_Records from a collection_
========================================

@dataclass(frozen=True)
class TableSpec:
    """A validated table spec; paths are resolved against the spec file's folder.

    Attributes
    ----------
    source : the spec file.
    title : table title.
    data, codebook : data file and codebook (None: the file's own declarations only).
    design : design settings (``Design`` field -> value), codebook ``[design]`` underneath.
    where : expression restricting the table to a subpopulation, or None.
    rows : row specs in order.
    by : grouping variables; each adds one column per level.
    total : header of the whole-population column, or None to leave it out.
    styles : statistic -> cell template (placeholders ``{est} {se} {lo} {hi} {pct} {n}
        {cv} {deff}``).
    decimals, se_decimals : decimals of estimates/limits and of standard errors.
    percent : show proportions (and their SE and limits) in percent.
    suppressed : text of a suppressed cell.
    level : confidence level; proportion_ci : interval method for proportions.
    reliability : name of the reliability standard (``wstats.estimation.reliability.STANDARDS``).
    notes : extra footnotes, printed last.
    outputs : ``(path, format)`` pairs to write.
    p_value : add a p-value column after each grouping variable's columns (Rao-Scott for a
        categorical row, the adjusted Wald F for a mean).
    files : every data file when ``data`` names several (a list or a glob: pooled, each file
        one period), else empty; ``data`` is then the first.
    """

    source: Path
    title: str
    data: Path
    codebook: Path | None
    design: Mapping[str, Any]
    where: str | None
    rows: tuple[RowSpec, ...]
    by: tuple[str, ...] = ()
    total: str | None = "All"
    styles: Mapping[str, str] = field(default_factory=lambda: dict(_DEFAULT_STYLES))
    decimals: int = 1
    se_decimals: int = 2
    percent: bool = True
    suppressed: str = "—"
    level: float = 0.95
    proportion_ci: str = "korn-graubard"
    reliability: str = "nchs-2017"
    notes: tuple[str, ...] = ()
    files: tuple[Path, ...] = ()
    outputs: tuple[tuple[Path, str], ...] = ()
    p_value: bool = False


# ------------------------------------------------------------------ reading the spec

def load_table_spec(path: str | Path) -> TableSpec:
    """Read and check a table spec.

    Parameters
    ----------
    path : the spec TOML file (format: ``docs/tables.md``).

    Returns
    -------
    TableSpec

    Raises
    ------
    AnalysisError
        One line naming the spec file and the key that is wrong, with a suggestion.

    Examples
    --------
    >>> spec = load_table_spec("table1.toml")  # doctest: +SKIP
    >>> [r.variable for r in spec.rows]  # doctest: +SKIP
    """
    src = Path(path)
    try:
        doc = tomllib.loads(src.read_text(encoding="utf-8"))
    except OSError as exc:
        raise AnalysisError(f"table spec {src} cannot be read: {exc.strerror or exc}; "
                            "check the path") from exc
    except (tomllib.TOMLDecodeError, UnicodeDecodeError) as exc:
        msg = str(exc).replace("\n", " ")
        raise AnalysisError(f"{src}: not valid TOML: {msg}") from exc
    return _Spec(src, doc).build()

========================================

_BRIEF_
Collect the complete line wherever the string "outputs" appears in the records.

_SOLVED PROBLEM_
    outputs : ``(path, format)`` pairs to write.
    outputs: tuple[tuple[Path, str], ...] = ()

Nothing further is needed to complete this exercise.